WHAT IS REQUIRED: Only the lines below between the ones containing "const NOCASE = dialectOf(qi)" and "DataTypes.STRING(120), allowNull: false, unique: true", inclusive, are to be reproduced, each exactly as it stands.

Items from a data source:
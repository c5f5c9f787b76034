import { existsSync, mkdtempSync, rmSync } from 'node:fs';
import { tmpdir } from 'node:os';
import path from 'node:path';
import { afterAll, describe, expect, it } from 'vitest';
import { startServerProcess } from './support/server-process.js';

const dataDir = mkdtempSync(path.join(tmpdir(), 'workback-shutdown-'));
afterAll(() => rmSync(dataDir, { recursive: true, force: true }));

describe('graceful shutdown', () => {
  it('finishes in-flight requests on SIGTERM, closes the databases and exits 0', async () => {
    const server = await startServerProcess({ DATA_DIR: dataDir, SEED_DEMO: 'true' });
    expect(existsSync(path.join(dataDir, 'workback.sqlite-wal'))).toBe(true);
    // Bounded: a request that connects after the port closed can meet another test's server
    // that took the same port number (an SMTP one never answers HTTP).
    const inFlight = Array.from({ length: 20 }, () =>
      fetch(`${server.url}/api/health`, { signal: AbortSignal.timeout(30_000) }).then(
        (r) => r.status,
      ),
    );
    await new Promise((r) => setTimeout(r, 5));
    server.child.kill('SIGTERM');
    const statuses = await Promise.allSettled(inFlight);
    const exit = await Promise.race([
      server.exited,
      new Promise<'still running'>((r) => setTimeout(() => r('still running'), 60_000)),
    ]);
    if (exit === 'still running') server.child.kill('SIGKILL');
    expect(exit, server.output()).toEqual({ code: 0, signal: null });
    // Every request either completed with 200 or was never accepted; none was cut off mid-way.
    for (const s of statuses) if (s.status === 'fulfilled') expect(s.value).toBe(200);
    expect(statuses.some((s) => s.status === 'fulfilled')).toBe(true);
    // The last connection to close checkpoints and removes the WAL: the databases were closed.
    expect(existsSync(path.join(dataDir, 'workback.sqlite-wal'))).toBe(false);
    expect(existsSync(path.join(dataDir, 'sessions.sqlite-wal'))).toBe(false);
    // Starting through swc-node compiles src on the fly: slow on a loaded 2-core machine.
  }, 180_000);
});
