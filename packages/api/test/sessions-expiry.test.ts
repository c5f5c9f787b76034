import { afterAll, beforeAll, describe, expect, it } from 'vitest';
import { DEMO, signedIn, startTestApp, type TestApp } from './support/test-app.js';

let t: TestApp;

// 0.05 minutes = 3 s of idle time (the cookie's Expires has whole-second precision).
beforeAll(async () => {
  t = await startTestApp({ SESSION_IDLE_MINUTES: '0.05' });
});
afterAll(() => t.close());

const pause = (ms: number) => new Promise((r) => setTimeout(r, ms));

describe('idle expiry', () => {
  it('keeps an active session alive and ends an idle one on the server', async () => {
    const client = await signedIn(t, DEMO.owner);
    let cookie = '';
    for (let i = 0; i < 3; i += 1) {
      await pause(1500);
      const res = await client.get('/api/auth/me').expect(200);
      const set = (res.headers['set-cookie'] as unknown as string[] | undefined) ?? [];
      cookie = set.find((c) => c.startsWith('workback.sid='))?.split(';')[0] ?? cookie;
    }
    expect(cookie).not.toBe('');
    await pause(4000);
    // Replayed by hand, so the 401 comes from the server's store, not the client's jar.
    const replay = await t.http().get('/api/auth/me').set('Cookie', cookie);
    expect(replay.status).toBe(401);
  });
});
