import { userCreateSchema } from '#shared/schemas/user'
import { createUser } from '#server/services/users/users'
import { requirePermission } from '#server/utils/access'
import { parseWith } from '#server/utils/validation'

export default defineEventHandler(async (event) => {
  const admin = await requirePermission(event, 'user:manage')
  const input = await readValidatedBody(event, parseWith(userCreateSchema))
  const user = await createUser(admin, input)
  setResponseStatus(event, 201)
  return user
})
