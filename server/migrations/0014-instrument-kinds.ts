import { DataTypes, type QueryInterface } from 'sequelize'
import { dropColumns } from './lib'

/**
 * Every kind of instrument the laboratory calibrates (issue 16):
 * - instruments: a ratio (two-colour) pyrometer's second band — rectangular (`band2Lambda1Um`,
 *   `band2Lambda2Um`, µm) or a stored responsivity table (`band2SpectralResponseId`) — and its
 *   emissivity-ratio ("slope") setting `emissivityRatioSetting`; null for every other kind. Ratio
 *   pyrometers recorded before this have one band: their points cannot be computed with the
 *   two-colour model until the second band is entered (the run refuses naming it);
 * - calibration_runs: the ratio setting used in the run (`emissivityRatioSetting`, a measured
 *   condition of a ratio run, null until entered), a thermal imager's settings (`imagerSettings`
 *   JSON: lens, field of view, range setting, non-uniformity correction done) and the temperatures
 *   of the calibration-equation table a certificate states (`calibrationEquation` JSON);
 * - run_points: a thermal imager's readings in named regions of interest (`rois` JSON: name,
 *   position and size in pixels, readings in K) and a frame series on the uniform source for the
 *   NETD (`netdFrames` JSON).
 * Plain added columns, the same on SQLite and PostgreSQL; existing rows read null (nothing assumed).
 */
const INSTRUMENT_COLUMNS = ['band2Lambda1Um', 'band2Lambda2Um', 'band2SpectralResponseId', 'emissivityRatioSetting'] as const
const RUN_COLUMNS = ['emissivityRatioSetting', 'imagerSettings', 'calibrationEquation'] as const
const POINT_COLUMNS = ['rois', 'netdFrames'] as const

export async function up({ context: qi }: { context: QueryInterface }): Promise<void> {
  await qi.addColumn('instruments', 'band2Lambda1Um', { type: DataTypes.DOUBLE, allowNull: true })
  await qi.addColumn('instruments', 'band2Lambda2Um', { type: DataTypes.DOUBLE, allowNull: true })
  await qi.addColumn('instruments', 'band2SpectralResponseId', { type: DataTypes.INTEGER, allowNull: true })
  await qi.addColumn('instruments', 'emissivityRatioSetting', { type: DataTypes.DOUBLE, allowNull: true })
  await qi.addColumn('calibration_runs', 'emissivityRatioSetting', { type: DataTypes.DOUBLE, allowNull: true })
  await qi.addColumn('calibration_runs', 'imagerSettings', { type: DataTypes.JSON, allowNull: true })
  await qi.addColumn('calibration_runs', 'calibrationEquation', { type: DataTypes.JSON, allowNull: true })
  await qi.addColumn('run_points', 'rois', { type: DataTypes.JSON, allowNull: true })
  await qi.addColumn('run_points', 'netdFrames', { type: DataTypes.JSON, allowNull: true })
}

export async function down({ context: qi }: { context: QueryInterface }): Promise<void> {
  await dropColumns(qi, 'run_points', POINT_COLUMNS)
  await dropColumns(qi, 'calibration_runs', RUN_COLUMNS)
  await dropColumns(qi, 'instruments', INSTRUMENT_COLUMNS)
}
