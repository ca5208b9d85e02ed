import { userListQuerySchema } from '../../../../shared/schemas/user'
import { Organization } from '../../../models/Organization'
import { User } from '../../../models/User'
import { requireRole } from '../../../utils/access'
import { userDTO } from '../../../utils/present'
import { parseWith } from '../../../utils/validation'

/** All users (a lab has tens, not thousands: the table sorts and filters them in the page). */
export default defineEventHandler(async (event) => {
  await requireRole(event, 'admin')
  const { includeInactive } = await getValidatedQuery(event, parseWith(userListQuerySchema))
  const users = await User.findAll({
    where: includeInactive ? {} : { active: true },
    include: [{ model: Organization, as: 'organization' }],
    order: [['name', 'ASC']],
  })
  return users.map(userDTO)
})
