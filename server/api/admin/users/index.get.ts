import { userListQuerySchema } from '#shared/schemas/user'
import { listUsers } from '#server/services/users/users'
import { requirePermission } from '#server/utils/access'
import { parseWith } from '#server/utils/validation'

/** All users (a lab has tens, not thousands: the table sorts and filters them in the page). */
export default defineEventHandler(async (event) => {
  await requirePermission(event, 'user:manage')
  const { includeInactive } = await getValidatedQuery(event, parseWith(userListQuerySchema))
  return await listUsers(includeInactive)
})
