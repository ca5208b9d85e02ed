import { DataTypes, type QueryInterface } from 'sequelize'
import { dialectOf, dropColumns } from './lib'

/**
 * The registers: uploads, spectral responsivity tables, blackbody sources, reference
 * instruments, their calibrations, customer contacts and addresses, customers' instruments.
 *
 * Text columns that lists search by prefix and sort by (serial, asset tag, maker, model) are
 * declared `COLLATE NOCASE`, so `LIKE 'abc%'` (SQLite's LIKE ignores ASCII case) and ORDER BY
 * both use their indexes (SQLite query planner, "The LIKE optimization").
 */
const NOCASE_SQLITE = (n: number) => `VARCHAR(${n}) COLLATE NOCASE`

export async function up({ context: qi }: { context: QueryInterface }): Promise<void> {
  // PostgreSQL has no NOCASE: plain text columns, sorted by the database's collation, searched through
  // lower(column) with the indexes of migration 0011.
  const NOCASE = dialectOf(qi) === 'postgres' ? (n: number) => DataTypes.STRING(n) : NOCASE_SQLITE
  const stamps = {
    version: { type: DataTypes.INTEGER, allowNull: false, defaultValue: 0 },
    createdAt: { type: DataTypes.DATE, allowNull: false },
    updatedAt: { type: DataTypes.DATE, allowNull: false },
  }

  await qi.addColumn('organizations', 'addressLines', { type: DataTypes.TEXT, allowNull: true })
  await qi.addColumn('organizations', 'city', { type: DataTypes.STRING(120), allowNull: true })
  await qi.addColumn('organizations', 'postcode', { type: DataTypes.STRING(20), allowNull: true })
  await qi.addColumn('organizations', 'country', { type: DataTypes.STRING(80), allowNull: true })

  await qi.createTable('uploads', {
    id: { type: DataTypes.INTEGER, primaryKey: true, autoIncrement: true },
    sha256: { type: DataTypes.STRING(64), allowNull: false },
    size: { type: DataTypes.INTEGER, allowNull: false },
    mimeType: { type: DataTypes.STRING(80), allowNull: false },
    originalName: { type: DataTypes.STRING(200), allowNull: false },
    purpose: { type: DataTypes.STRING(40), allowNull: false },
    organizationId: { type: DataTypes.INTEGER, allowNull: true, references: { model: 'organizations', key: 'id' }, onDelete: 'RESTRICT' },
    uploadedBy: { type: DataTypes.INTEGER, allowNull: true, references: { model: 'users', key: 'id' }, onDelete: 'RESTRICT' },
    ...stamps,
  })
  await qi.addIndex('uploads', ['sha256'])
  await qi.addIndex('uploads', ['organizationId'])

  await qi.createTable('spectral_responses', {
    id: { type: DataTypes.INTEGER, primaryKey: true, autoIncrement: true },
    name: { type: DataTypes.STRING(120), allowNull: false, unique: true },
    sha256: { type: DataTypes.STRING(64), allowNull: false, unique: true },
    points: { type: DataTypes.JSON, allowNull: false },
    archived: { type: DataTypes.BOOLEAN, allowNull: false, defaultValue: false },
    ...stamps,
  })

  await qi.createTable('blackbody_sources', {
    id: { type: DataTypes.INTEGER, primaryKey: true, autoIncrement: true },
    assetTag: { type: NOCASE(60), allowNull: false, unique: true },
    kind: { type: DataTypes.STRING(20), allowNull: false },
    maker: { type: NOCASE(120), allowNull: false },
    model: { type: NOCASE(120), allowNull: false },
    serial: { type: NOCASE(80), allowNull: false },
    apertureMm: { type: DataTypes.DOUBLE, allowNull: false },
    minTemperatureK: { type: DataTypes.DOUBLE, allowNull: false },
    maxTemperatureK: { type: DataTypes.DOUBLE, allowNull: false },
    emissivity: { type: DataTypes.DOUBLE, allowNull: false },
    emissivityU: { type: DataTypes.DOUBLE, allowNull: false },
    emissivityBandLambda1Um: { type: DataTypes.DOUBLE, allowNull: true },
    emissivityBandLambda2Um: { type: DataTypes.DOUBLE, allowNull: true },
    uniformityK: { type: DataTypes.DOUBLE, allowNull: false },
    stabilityK: { type: DataTypes.DOUBLE, allowNull: false },
    corrections: { type: DataTypes.JSON, allowNull: false, defaultValue: '[]' },
    status: { type: DataTypes.STRING(20), allowNull: false, defaultValue: 'in-service' },
    notes: { type: DataTypes.TEXT, allowNull: true },
    archived: { type: DataTypes.BOOLEAN, allowNull: false, defaultValue: false },
    ...stamps,
  })

  await qi.createTable('reference_instruments', {
    id: { type: DataTypes.INTEGER, primaryKey: true, autoIncrement: true },
    assetTag: { type: NOCASE(60), allowNull: false, unique: true },
    kind: { type: DataTypes.STRING(40), allowNull: false },
    maker: { type: NOCASE(120), allowNull: false },
    model: { type: NOCASE(120), allowNull: false },
    serial: { type: NOCASE(80), allowNull: false },
    rangeMin: { type: DataTypes.DOUBLE, allowNull: false },
    rangeMax: { type: DataTypes.DOUBLE, allowNull: false },
    rangeUnit: { type: DataTypes.STRING(8), allowNull: false },
    standardUncertainty: { type: DataTypes.DOUBLE, allowNull: false },
    uncertaintyUnit: { type: DataTypes.STRING(8), allowNull: false },
    status: { type: DataTypes.STRING(20), allowNull: false, defaultValue: 'in-service' },
    notes: { type: DataTypes.TEXT, allowNull: true },
    archived: { type: DataTypes.BOOLEAN, allowNull: false, defaultValue: false },
    ...stamps,
  })

  await qi.createTable('equipment_calibrations', {
    id: { type: DataTypes.INTEGER, primaryKey: true, autoIncrement: true },
    equipmentType: { type: DataTypes.STRING(20), allowNull: false },
    equipmentId: { type: DataTypes.INTEGER, allowNull: false },
    provider: { type: DataTypes.STRING(160), allowNull: false },
    certificateNumber: { type: DataTypes.STRING(80), allowNull: false },
    calibrationDate: { type: DataTypes.DATEONLY, allowNull: false },
    dueDate: { type: DataTypes.DATEONLY, allowNull: false },
    results: { type: DataTypes.TEXT, allowNull: true },
    uploadId: { type: DataTypes.INTEGER, allowNull: true, references: { model: 'uploads', key: 'id' }, onDelete: 'RESTRICT' },
    createdBy: { type: DataTypes.INTEGER, allowNull: true, references: { model: 'users', key: 'id' }, onDelete: 'RESTRICT' },
    ...stamps,
  })
  await qi.addIndex('equipment_calibrations', ['equipmentType', 'equipmentId', 'calibrationDate'])
  await qi.addIndex('equipment_calibrations', ['equipmentType', 'equipmentId', 'certificateNumber'], { unique: true, name: 'equipment_calibrations_certificate_unique' })

  await qi.createTable('contacts', {
    id: { type: DataTypes.INTEGER, primaryKey: true, autoIncrement: true },
    organizationId: { type: DataTypes.INTEGER, allowNull: false, references: { model: 'organizations', key: 'id' }, onDelete: 'RESTRICT' },
    name: { type: DataTypes.STRING(120), allowNull: false },
    email: { type: DataTypes.STRING(254), allowNull: false },
    phone: { type: DataTypes.STRING(40), allowNull: true },
    receivesReminders: { type: DataTypes.BOOLEAN, allowNull: false, defaultValue: true },
    active: { type: DataTypes.BOOLEAN, allowNull: false, defaultValue: true },
    ...stamps,
  })
  await qi.addIndex('contacts', ['organizationId'])

  await qi.createTable('instruments', {
    id: { type: DataTypes.INTEGER, primaryKey: true, autoIncrement: true },
    organizationId: { type: DataTypes.INTEGER, allowNull: false, references: { model: 'organizations', key: 'id' }, onDelete: 'RESTRICT' },
    serial: { type: NOCASE(80), allowNull: false },
    assetTag: { type: NOCASE(60), allowNull: true },
    maker: { type: NOCASE(120), allowNull: false },
    model: { type: NOCASE(120), allowNull: false },
    kind: { type: DataTypes.STRING(40), allowNull: false },
    bandLambda1Um: { type: DataTypes.DOUBLE, allowNull: true },
    bandLambda2Um: { type: DataTypes.DOUBLE, allowNull: true },
    spectralResponseId: { type: DataTypes.INTEGER, allowNull: true, references: { model: 'spectral_responses', key: 'id' }, onDelete: 'RESTRICT' },
    distanceToSpot: { type: DataTypes.DOUBLE, allowNull: true },
    rangeMinK: { type: DataTypes.DOUBLE, allowNull: false },
    rangeMaxK: { type: DataTypes.DOUBLE, allowNull: false },
    defaultEmissivity: { type: DataTypes.DOUBLE, allowNull: false },
    resolutionK: { type: DataTypes.DOUBLE, allowNull: false },
    accuracy: { type: DataTypes.JSON, allowNull: false },
    calibrationIntervalMonths: { type: DataTypes.INTEGER, allowNull: false },
    status: { type: DataTypes.STRING(20), allowNull: false, defaultValue: 'active' },
    nextDueDate: { type: DataTypes.DATEONLY, allowNull: true },
    photoUploadId: { type: DataTypes.INTEGER, allowNull: true, references: { model: 'uploads', key: 'id' }, onDelete: 'RESTRICT' },
    notes: { type: DataTypes.TEXT, allowNull: true },
    archived: { type: DataTypes.BOOLEAN, allowNull: false, defaultValue: false },
    ...stamps,
  })
  // One instrument per maker, model and serial within an organization.
  await qi.addIndex('instruments', ['organizationId', 'maker', 'model', 'serial'], { unique: true, name: 'instruments_identity_unique' })
  // Sorting and prefix search (the NOCASE columns' indexes inherit their collation).
  await qi.addIndex('instruments', ['serial'], { name: 'instruments_serial' })
  await qi.addIndex('instruments', ['assetTag'], { name: 'instruments_asset_tag' })
  await qi.addIndex('instruments', ['maker'], { name: 'instruments_maker' })
  await qi.addIndex('instruments', ['model'], { name: 'instruments_model' })
  await qi.addIndex('instruments', ['nextDueDate'], { name: 'instruments_next_due' })
  // The default list hides archived rows: these give the page of ids (and the count) from the index alone.
  await qi.addIndex('instruments', ['archived', 'serial'], { name: 'instruments_archived_serial' })
  await qi.addIndex('instruments', ['archived', 'nextDueDate'], { name: 'instruments_archived_next_due' })
  for (const column of ['assetTag', 'maker', 'model', 'kind', 'status', 'updatedAt']) {
    await qi.addIndex('instruments', ['archived', column], { name: `instruments_archived_${column}` })
  }
  // A customer's list and the filters by organization and status.
  await qi.addIndex('instruments', ['organizationId', 'status', 'serial'], { name: 'instruments_org_status_serial' })
  await qi.addIndex('instruments', ['spectralResponseId'], { name: 'instruments_spectral_response' })
}

export async function down({ context: qi }: { context: QueryInterface }): Promise<void> {
  await qi.dropTable('instruments')
  await qi.dropTable('contacts')
  await qi.dropTable('equipment_calibrations')
  await qi.dropTable('reference_instruments')
  await qi.dropTable('blackbody_sources')
  await qi.dropTable('spectral_responses')
  await qi.dropTable('uploads')
  await dropColumns(qi, 'organizations', ['country'])
  await dropColumns(qi, 'organizations', ['postcode'])
  await dropColumns(qi, 'organizations', ['city'])
  await dropColumns(qi, 'organizations', ['addressLines'])
}
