/**
 * Every migration, in order. Listed by hand (not globbed) so the built server
 * bundles them and scripts run the same list. Add a new file and one line here.
 */
import * as m0001 from './0001-foundation'
import * as m0002 from './0002-registers'
import * as m0003 from './0003-runs'
import * as m0004 from './0004-certificates'
import * as m0005 from './0005-mail'
import * as m0006 from './0006-requests'
import * as m0007 from './0007-sessions-throttles'
import * as m0008 from './0008-lab-time-zone'
import * as m0009 from './0009-record-truth'
import * as m0010 from './0010-reference-basis'
import * as m0011 from './0011-shared-state'
import * as m0012 from './0012-certificate-dcc'
import * as m0013 from './0013-quality-records'
import * as m0014 from './0014-instrument-kinds'
import * as m0015 from './0015-speed'
import * as m0016 from './0016-billing'

export const migrations = [
  { name: '0001-foundation', ...m0001 },
  { name: '0002-registers', ...m0002 },
  { name: '0003-runs', ...m0003 },
  { name: '0004-certificates', ...m0004 },
  { name: '0005-mail', ...m0005 },
  { name: '0006-requests', ...m0006 },
  { name: '0007-sessions-throttles', ...m0007 },
  { name: '0008-lab-time-zone', ...m0008 },
  { name: '0009-record-truth', ...m0009 },
  { name: '0010-reference-basis', ...m0010 },
  { name: '0011-shared-state', ...m0011 },
  { name: '0012-certificate-dcc', ...m0012 },
  { name: '0013-quality-records', ...m0013 },
  { name: '0014-instrument-kinds', ...m0014 },
  { name: '0015-speed', ...m0015 },
  { name: '0016-billing', ...m0016 },
]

RESPONSE:
  const NOCASE = dialectOf(qi) === 'postgres' ? (n: number) => DataTypes.STRING(n) : NOCASE_SQLITE
  const stamps = {
    version: { type: DataTypes.INTEGER, allowNull: false, defaultValue: 0 },
    createdAt: { type: DataTypes.DATE, allowNull: false },
    updatedAt: { type: DataTypes.DATE, allowNull: false },
  }

  await qi.addColumn('organizations', 'addressLines', { type: DataTypes.TEXT, allowNull: true })
  await qi.addColumn('organizations', 'city', { type: DataTypes.STRING(120), allowNull: true })
  await qi.addColumn('organizations', 'postcode', { type: DataTypes.STRING(20), allowNull: true })
  await qi.addColumn('organizations', 'country', { type: DataTypes.STRING(80), allowNull: true })

  await qi.createTable('uploads', {
    id: { type: DataTypes.INTEGER, primaryKey: true, autoIncrement: true },
    sha256: { type: DataTypes.STRING(64), allowNull: false },
    size: { type: DataTypes.INTEGER, allowNull: false },
    mimeType: { type: DataTypes.STRING(80), allowNull: false },
    originalName: { type: DataTypes.STRING(200), allowNull: false },
    purpose: { type: DataTypes.STRING(40), allowNull: false },
    organizationId: { type: DataTypes.INTEGER, allowNull: true, references: { model: 'organizations', key: 'id' }, onDelete: 'RESTRICT' },
    uploadedBy: { type: DataTypes.INTEGER, allowNull: true, references: { model: 'users', key: 'id' }, onDelete: 'RESTRICT' },
    ...stamps,
  })
  await qi.addIndex('uploads', ['sha256'])
  await qi.addIndex('uploads', ['organizationId'])

  await qi.createTable('spectral_responses', {
    id: { type: DataTypes.INTEGER, primaryKey: true, autoIncrement: true },
    name: { type: DataTypes.STRING(120), allowNull: false, unique: true },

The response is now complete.